We do however depend heavily on our friends online. For us, it at times is all the social and emotional outlet we have each day. I know many other Mito Families like ours that without their online Community they have been cut off from the only healthy outlet they have left. Their online community is the only safe place to share their deepest darkest fears.

Recently, many people have felt that the UMDF has been discouraging any discussion about Justina and the horror her family and she have been dealing with...many people have expressed that their posts to the UMDF facebook support group discussions have been banned/blocked/removed. To me this makes me feel just like I would if some public organization tried to censor any talk about the Holocaust. I can't say for sure if the UMDF is purposefully doing such things but enough people have expressed frustration, that I just wanted to offer my opinion about it.

Honestly, I am puzzled. If it is true, then for me this would be like going to an AA(alcoholics anonymous )meeting and being told you cannot talk about alcohol because it is too upsetting to a few of the members... wonder what type of people would be showing up for that kind of help? But I can understand as well. Every organization, and every person for that matter has the right to control their public image and if the UMDF wishes to keep themselves removed from certain topics or issues,no matter what part these issues play in the life of some Mito patients, then that of course is their right.

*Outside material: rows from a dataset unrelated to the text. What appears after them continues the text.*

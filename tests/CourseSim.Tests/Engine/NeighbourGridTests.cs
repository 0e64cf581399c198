using CourseSim.Engine;
using Xunit;

namespace CourseSim.Tests.Engine;

/// <summary>The neighbour grid's bounded lists (issue 17: the rules' per-rider work must stop growing with fleet density).</summary>
public class NeighbourGridTests
{
    /// <summary>A snapshot of n live boards at the given positions.</summary>
    static StepSnapshot Snap(IReadOnlyList<(double X, double Y)> at)
    {
        var s = new StepSnapshot(at.Count);
        for (int b = 0; b < at.Count; b++) { s.X[b] = at[b].X; s.Y[b] = at[b].Y; s.Live[b] = true; }
        return s;
    }

    static double Dist(IReadOnlyList<(double X, double Y)> at, int a, int b) =>
        Math.Sqrt((at[a].X - at[b].X) * (at[a].X - at[b].X) + (at[a].Y - at[b].Y) * (at[a].Y - at[b].Y));

    static HashSet<int> BruteNearest(IReadOnlyList<(double X, double Y)> at, int[] rank, int b, double range, int k) =>
        Enumerable.Range(0, at.Count).Where(j => j != b)
            .Select(j => (j, d: Dist(at, j, b)))
            .Where(p => p.d <= range).OrderBy(p => p.d).ThenBy(p => rank[p.j]).Take(k).Select(p => p.j).ToHashSet();

    [Fact]
    public void ADenseFleetKeepsEachRidersNearestSixteenAndASparseOneKeepsAll()
    {
        // 120 boards on a 3 m spacing in a wavy line (about 66 within 100 m of a board mid-line: the first look, over half
        // the range, finds the nearest 16), on 7 m (about 14 within half the range, 28 within all of it: the second look
        // finds them) and 20 m apart (at most 10 within range): distances all distinct.
        var rng = new System.Random(5);
        foreach (double spacing in new[] { 3.0, 7.0, 20.0 })
        {
            var at = Enumerable.Range(0, 120).Select(i => (X: i * spacing + rng.NextDouble() * 0.5, Y: 5 * Math.Sin(i * 0.7) + rng.NextDouble())).ToList();
            var byRank = Enumerable.Range(0, at.Count).Reverse().ToArray(); // canonical order is not the index order
            var rank = new int[at.Count]; for (int r = 0; r < byRank.Length; r++) rank[byRank[r]] = r;
            var grid = new NeighbourGrid(at.Count, 100);
            // Built twice: the first build looks over the whole range; the second, where the nearest 16 were well within
            // half of it, looks there first. The lists must be the same either way.
            grid.Build(Snap(at), byRank, 10);
            var firstRows = Enumerable.Range(0, at.Count).Select(b => grid.Neighbours(b).ToArray()).ToList();
            var firstClose = grid.Close.ToList();
            int firstExamined = grid.CandidatesExamined;
            grid.Build(Snap(at), byRank, 10);
            Assert.Equal(firstClose, grid.Close);
            for (int b = 0; b < at.Count; b++) Assert.Equal(firstRows[b], grid.Neighbours(b).ToArray());
            if (spacing == 3.0) Assert.True(grid.CandidatesExamined < 0.7 * firstExamined, $"the first look over half the range examined {grid.CandidatesExamined} boards against {firstExamined}");
            else Assert.True(grid.CandidatesExamined >= firstExamined, "a sparse fleet looks over the whole range");
            for (int b = 0; b < at.Count; b++)
            {
                var want = BruteNearest(at, rank, b, 100, NeighbourGrid.MaxNeighbours);
                var got = grid.Neighbours(b).ToArray();
                Assert.Equal(got.Length, got.Distinct().Count());
                Assert.True(want.SetEquals(got), $"spacing {spacing}, board {b}: got {string.Join(",", got.Order())}, want {string.Join(",", want.Order())}");
                // The nearest neighbour distance is every board's within range, not only the kept ones'.
                double nearest = Enumerable.Range(0, at.Count).Where(j => j != b).Min(j => Dist(at, j, b));
                Assert.Equal(nearest, grid.NearestM[b], 9);
            }
            // Rows in canonical order, whichever look found them (half the range or all of it).
            for (int b = 0; b < at.Count; b++)
            {
                var row = grid.Neighbours(b).ToArray();
                Assert.True(row.Select(j => rank[j]).SequenceEqual(row.Select(j => rank[j]).Order()), $"spacing {spacing}, board {b}: row not in canonical order");
            }
            // The close pairs are every pair within the watch distance, each once, from the earlier-ranked board.
            var wantClose = new HashSet<(int, int)>();
            for (int a = 0; a < at.Count; a++)
                for (int b = 0; b < at.Count; b++)
                    if (a != b && rank[a] < rank[b] && Dist(at, a, b) < 10) wantClose.Add((a, b));
            Assert.Equal(wantClose.Count, grid.Close.Count);
            Assert.True(wantClose.SetEquals(grid.Close), $"spacing {spacing}: close pairs differ");
            if (spacing == 3.0) Assert.Equal(NeighbourGrid.MaxNeighbours, grid.Neighbours(60).Length);
            else if (spacing == 20.0) Assert.True(BruteNearest(at, rank, 60, 100, int.MaxValue).SetEquals(grid.Neighbours(60).ToArray())); // all within range (4-5 a side)
        }
    }

    [Fact]
    public void EveryCloseEnoughPairIsStillWatchedForContactWhateverTheCap()
    {
        // 40 boards within 4 m of one another: each has 39 within range, kept to 16, but every pair within the contact
        // watch distance stays in the close list (the contact judge must see every touching pair).
        var at = Enumerable.Range(0, 40).Select(i => (X: (i % 8) * 0.5, Y: (i / 8) * 0.6)).ToList();
        var byRank = Enumerable.Range(0, at.Count).ToArray();
        var grid = new NeighbourGrid(at.Count, 100);
        grid.Build(Snap(at), byRank, 18);
        Assert.Equal(40 * 39 / 2, grid.Close.Count);
        Assert.All(Enumerable.Range(0, 40), b => Assert.Equal(NeighbourGrid.MaxNeighbours, grid.Neighbours(b).Length));
    }

    /// <summary>
    /// A fleet that spreads out between builds: the boards try the first look over half the range (their nearest 16 were
    /// within 15 m at the last build), find fewer than 16 there, and must look over the whole range: the rows are the
    /// nearest 16 within range, as a brute-force search finds them.
    /// </summary>
    [Fact]
    public void AFleetThatSpreadsOutIsLookedAtOverTheWholeRangeAgain()
    {
        var rng = new System.Random(9);
        var dense = Enumerable.Range(0, 80).Select(i => (X: i * 1.5 + rng.NextDouble() * 0.2, Y: rng.NextDouble())).ToList();
        var spread = Enumerable.Range(0, 80).Select(i => (X: i * 7.0 + rng.NextDouble() * 0.5, Y: 3 * Math.Sin(i * 0.9) + rng.NextDouble())).ToList();
        var byRank = Enumerable.Range(0, 80).ToArray();
        var grid = new NeighbourGrid(80, 100);
        grid.Build(Snap(dense), byRank, 10);
        grid.Build(Snap(spread), byRank, 10);
        for (int b = 0; b < 80; b++)
        {
            var want = BruteNearest(spread, byRank, b, 100, NeighbourGrid.MaxNeighbours);
            Assert.True(want.SetEquals(grid.Neighbours(b).ToArray()), $"board {b}: got {string.Join(",", grid.Neighbours(b).ToArray().Order())}, want {string.Join(",", want.Order())}");
        }
        Assert.Equal(NeighbourGrid.MaxNeighbours, grid.Neighbours(40).Length); // 28 within range mid-line, 14 within half of it
    }
    /// <summary>
    /// Small fleets are measured all against all, four boards per vector: the rows, their order, the close pairs in order
    /// and the nearest distances must be the very bits the cell hashes give (fleets of 1 to 64, packed, strung out and
    /// with boards out of the race, in a canonical order that is not the index order; built twice, so the hashes' first
    /// look over half the range is compared too).
    /// </summary>
    [Fact]
    public void SmallFleetsGiveTheSameBitsAllAgainstAllAsThroughTheCells()
    {
        var rng = new System.Random(17);
        int compared = 0, capped = 0;
        foreach (int n in new[] { 1, 2, 3, 5, 8, 13, 20, 33, 40, 63, 64 })
            foreach (double spread in new[] { 6.0, 40.0, 400.0 })
            {
                var s = new StepSnapshot(n);
                for (int b = 0; b < n; b++) { s.X[b] = rng.NextDouble() * spread - 3000; s.Y[b] = rng.NextDouble() * spread * 0.3 + 1200; s.Live[b] = rng.NextDouble() > 0.1; }
                var byRank = Enumerable.Range(0, n).OrderBy(_ => rng.Next()).ToArray();
                var cells = new NeighbourGrid(n, 100, allPairsMax: 0);
                var all = new NeighbourGrid(n, 100);
                for (int pass = 0; pass < 2; pass++)
                {
                    cells.Build(s, byRank, 18); all.Build(s, byRank, 18);
                    Assert.Equal(cells.Close, all.Close);
                    for (int b = 0; b < n; b++)
                    {
                        Assert.Equal(cells.Neighbours(b).ToArray(), all.Neighbours(b).ToArray());
                        Assert.Equal(BitConverter.DoubleToInt64Bits(cells.NearestM[b]), BitConverter.DoubleToInt64Bits(all.NearestM[b]));
                        if (all.Neighbours(b).Length == NeighbourGrid.MaxNeighbours) capped++;
                    }
                    compared++;
                }
            }
        Assert.Equal(66, compared);
        Assert.True(capped > 0, "some rows were cut to the nearest 16");
    }
}
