using CourseSim.Engine;
using Xunit;

namespace CourseSim.Tests.Engine;

/// <summary>The neighbour grid's bounded lists (issue 17: the rules' per-rider work must stop growing with fleet density).</summary>
public class NeighbourGridTests
{
    /// <summary>A snapshot of n live boards at the given positions.</summary>
    static StepSnapshot Snap(IReadOnlyList<(double X, double Y)> at)
    {
        var s = new StepSnapshot(at.Count);
        for (int b = 0; b < at.Count; b++) { s.X[b] = at[b].X; s.Y[b] = at[b].Y; s.Live[b] = true; }
        return s;
    }

    static double Dist(IReadOnlyList<(double X, double Y)> at, int a, int b) =>
        Math.Sqrt((at[a].X - at[b].X) * (at[a].X - at[b].X) + (at[a].Y - at[b].Y) * (at[a].Y - at[b].Y));

    static HashSet<int> BruteNearest(IReadOnlyList<(double X, double Y)> at, int[] rank, int b, double range, int k) =>
        Enumerable.Range(0, at.Count).Where(j => j != b)
            .Select(j => (j, d: Dist(at, j, b)))
            .Where(p => p.d <= range).OrderBy(p => p.d).ThenBy(p => rank[p.j]).Take(k).Select(p => p.j).ToHashSet();

    [Fact]
    public void ADenseFleetKeepsEachRidersNearestSixteenAndASparseOneKeepsAll()
    {
        // 120 boards on a 3 m spacing in a wavy line (about 66 within 100 m of a board mid-line), and the same boards
        // spread 20 m apart (at most 10 within range): distances all distinct.
        var rng = new System.Random(5);
        foreach (double spacing in new[] { 3.0, 20.0 })
        {
            var at = Enumerable.Range(0, 120).Select(i => (X: i * spacing + rng.NextDouble() * 0.5, Y: 5 * Math.Sin(i * 0.7) + rng.NextDouble())).ToList();
            var byRank = Enumerable.Range(0, at.Count).Reverse().ToArray(); // canonical order is not the index order
            var rank = new int[at.Count]; for (int r = 0; r < byRank.Length; r++) rank[byRank[r]] = r;
            var grid = new NeighbourGrid(at.Count, 100);
            grid.Build(Snap(at), byRank, 10);
            for (int b = 0; b < at.Count; b++)
            {
                var want = BruteNearest(at, rank, b, 100, NeighbourGrid.MaxNeighbours);
                var got = grid.Neighbours(b).ToArray();
                Assert.Equal(got.Length, got.Distinct().Count());
                Assert.True(want.SetEquals(got), $"spacing {spacing}, board {b}: got {string.Join(",", got.Order())}, want {string.Join(",", want.Order())}");
                // The nearest neighbour distance is every board's within range, not only the kept ones'.
                double nearest = Enumerable.Range(0, at.Count).Where(j => j != b).Min(j => Dist(at, j, b));
                Assert.Equal(nearest, grid.NearestM[b], 9);
            }
            if (spacing == 3.0) Assert.Equal(NeighbourGrid.MaxNeighbours, grid.Neighbours(60).Length);
            else Assert.True(BruteNearest(at, rank, 60, 100, int.MaxValue).SetEquals(grid.Neighbours(60).ToArray())); // all within range (4-5 a side)
        }
    }

    [Fact]
    public void EveryCloseEnoughPairIsStillWatchedForContactWhateverTheCap()
    {
        // 40 boards within 4 m of one another: each has 39 within range, kept to 16, but every pair within the contact
        // watch distance stays in the close list (the contact judge must see every touching pair).
        var at = Enumerable.Range(0, 40).Select(i => (X: (i % 8) * 0.5, Y: (i / 8) * 0.6)).ToList();
        var byRank = Enumerable.Range(0, at.Count).ToArray();
        var grid = new NeighbourGrid(at.Count, 100);
        grid.Build(Snap(at), byRank, 18);
        Assert.Equal(40 * 39 / 2, grid.Close.Count);
        Assert.All(Enumerable.Range(0, 40), b => Assert.Equal(NeighbourGrid.MaxNeighbours, grid.Neighbours(b).Length));
    }
}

But I am saddened that our most well recognized non-profit for Mito isn't allowing families like mine to share our feelings about a topic that is a part of having Mito for some Mito families.

The Justina horrific situation is not just about CPS. It is a reflection of how very little our Government, Drs, schools have learned about Mito despite years and hundreds of thousands of donation dollars. Clearly, even though Mito was first defined well over 30 years ago, we have failed to educate the Public. Until we take a different approach, use our donated dollars in a different way, this will continue to plague Mito Patients.

Again, it is their right to censor their facebook page. And if that is what they are doing, then so be it.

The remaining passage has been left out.